Aikaterini Sarakatsani

Personal information
- Full name: Aikaterini Sarakatsani
- Nickname: Katia
- National team: Greece
- Born: 3 January 1977 (age 49) Athens, Greece
- Height: 1.73 m (5 ft 8 in)
- Weight: 63 kg (139 lb)

Sport
- Sport: Swimming
- Strokes: Breaststroke, medley
- Club: Panathinaikos (1996–2004) Ionikos Nikaias (2014–)
- College team: University of Hawaiʻi (U.S.)
- Coach: Vojko Race (SRB)

= Aikaterini Sarakatsani =

Greek swimmer (born 1977)

Aikaterini "Katia" Sarakatsani (Αικατερίνη Σαρακατσάνη; born 3 January 1977) is a Greek swimmer, who specialized in breaststroke and individual medley events. She is a three-time Olympian (1996, 2000, and 2004), a former Greek record holder in the breaststroke, and a member of the swimming team for Hawaiʻi Rainbow Wahine at the University of Hawaiʻi at Mānoa, under head coach Vojko Race.

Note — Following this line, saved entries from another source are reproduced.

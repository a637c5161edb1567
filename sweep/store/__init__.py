"""The results store, one Zarr (format 3) directory per sweep, and what keeps it honest.

``layout`` creates a store and owns its metadata; ``blocks`` writes task blocks, their checksums
and the completion record (``chunks`` is the fast chunk writer behind ``write_block``);
``lock``, ``claims`` and ``records`` let one client or many shards write it; ``integrity``
checks that it is the same sweep and undamaged; ``status`` reports on it; ``durable`` is the one fsync helper; ``export`` writes it out as files.

The names below are the store's contract for the rest of the package.
"""

from typing import TYPE_CHECKING

from sweep import lazy

_NAMES = {
    "BUILDING": "sweep.store.layout",
    "CHECKSUMS": "sweep.store.layout",
    "COORDINATES": "sweep.store.layout",
    "DATA_ARRAYS": "sweep.store.layout",
    "FORMAT_VERSION": "sweep.store.layout",
    "INCOMPLETE": "sweep.store.layout",
    "OBSERVABLES": "sweep.store.layout",
    "data_arrays": "sweep.store.layout",
    "with_observables": "sweep.store.observed",
    "DamagedDone": "sweep.store.layout",
    "attributes": "sweep.store.layout",
    "brief": "sweep.store.layout",
    "check_claimable": "sweep.store.layout",
    "consolidate": "sweep.store.layout",
    "counts_dtype": "sweep.store.layout",
    "create": "sweep.store.layout",
    "exists": "sweep.store.layout",
    "incomplete": "sweep.store.layout",
    "is_ours": "sweep.store.layout",
    "open_dataset": "sweep.store.layout",
    "store_id": "sweep.store.layout",
    "versions": "sweep.store.layout",
    "write_coordinates": "sweep.store.layout",
    "chunk_file": "sweep.store.blocks",
    "finish_run": "sweep.store.blocks",
    "set_attributes": "sweep.store.blocks",
    "has_checksums": "sweep.store.blocks",
    "read_checksums": "sweep.store.blocks",
    "read_done": "sweep.store.blocks",
    "read_done_array": "sweep.store.blocks",
    "record_failures": "sweep.store.blocks",
    "recreate_done": "sweep.store.blocks",
    "remove_partials": "sweep.store.blocks",
    "trailing_checksum": "sweep.store.blocks",
    "write_block": "sweep.store.blocks",
    "write_checksums": "sweep.store.blocks",
    "write_done": "sweep.store.blocks",
}
__all__ = sorted(_NAMES)
__getattr__, __dir__ = lazy.exports(__name__, _NAMES)

if TYPE_CHECKING:  # what type checkers and IDEs see
    from sweep.store.layout import (BUILDING, CHECKSUMS, COORDINATES, DATA_ARRAYS, FORMAT_VERSION, INCOMPLETE,
                                    DamagedDone, attributes, brief, check_claimable, consolidate, counts_dtype, create, exists,
                                    incomplete, is_ours, open_dataset, store_id, versions, write_coordinates)
    from sweep.store.layout import OBSERVABLES, data_arrays
    from sweep.store.observed import with_observables
    from sweep.store.blocks import (chunk_file, finish_run, has_checksums, read_checksums, read_done, read_done_array,
                                    record_failures, recreate_done, remove_partials, set_attributes, trailing_checksum,
                                    write_block,
                                    write_checksums, write_done)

Sarakatsani made her first Greek team, as a 19-year-old, at the 1996 Summer Olympics in Atlanta. She failed to reach the top 16 final in any of her individual events, finishing twenty-third in the 200 m individual medley (2:19.74), and twenty-fifth in the 400 m individual medley (4:56.32). She also placed twenty-second, as a member of the Greek team, in the 4 × 100 m medley relay (4:24.80).

At the 2000 Summer Olympics in Sydney, Sarakatsani competed only in the 200 m individual medley. Swimming in heat two, she raced to sixth place and thirtieth overall by 0.07 of a second behind Argentina's Maria Garrone in 2:23.05.

When her nation hosted the 2004 Summer Olympics in Athens, Sarakatsani decided to focus instead on the 100 m breaststroke. She posted a FINA B-standard entry time of 1:11.27 from the Mare Nostrum Swim Meet in Belgrade. She challenged seven other swimmers in heat five, including top medal favorites Amanda Beard of the United States, and Luo Xuejuan of China. She rounded out the field to last place in 1:12.46, more than a second off her entry time. Sarakatsani ended her third Olympic stint by sharing a twenty-ninth place tie with Argentina's Javiera Salcedo in the prelims.

After a decade out of competitive swimming, Sarakatsani began to train for a possible twelve-year Olympic comeback and her fourth Games in 2014 under the aquatics club Ionikos Nikaias.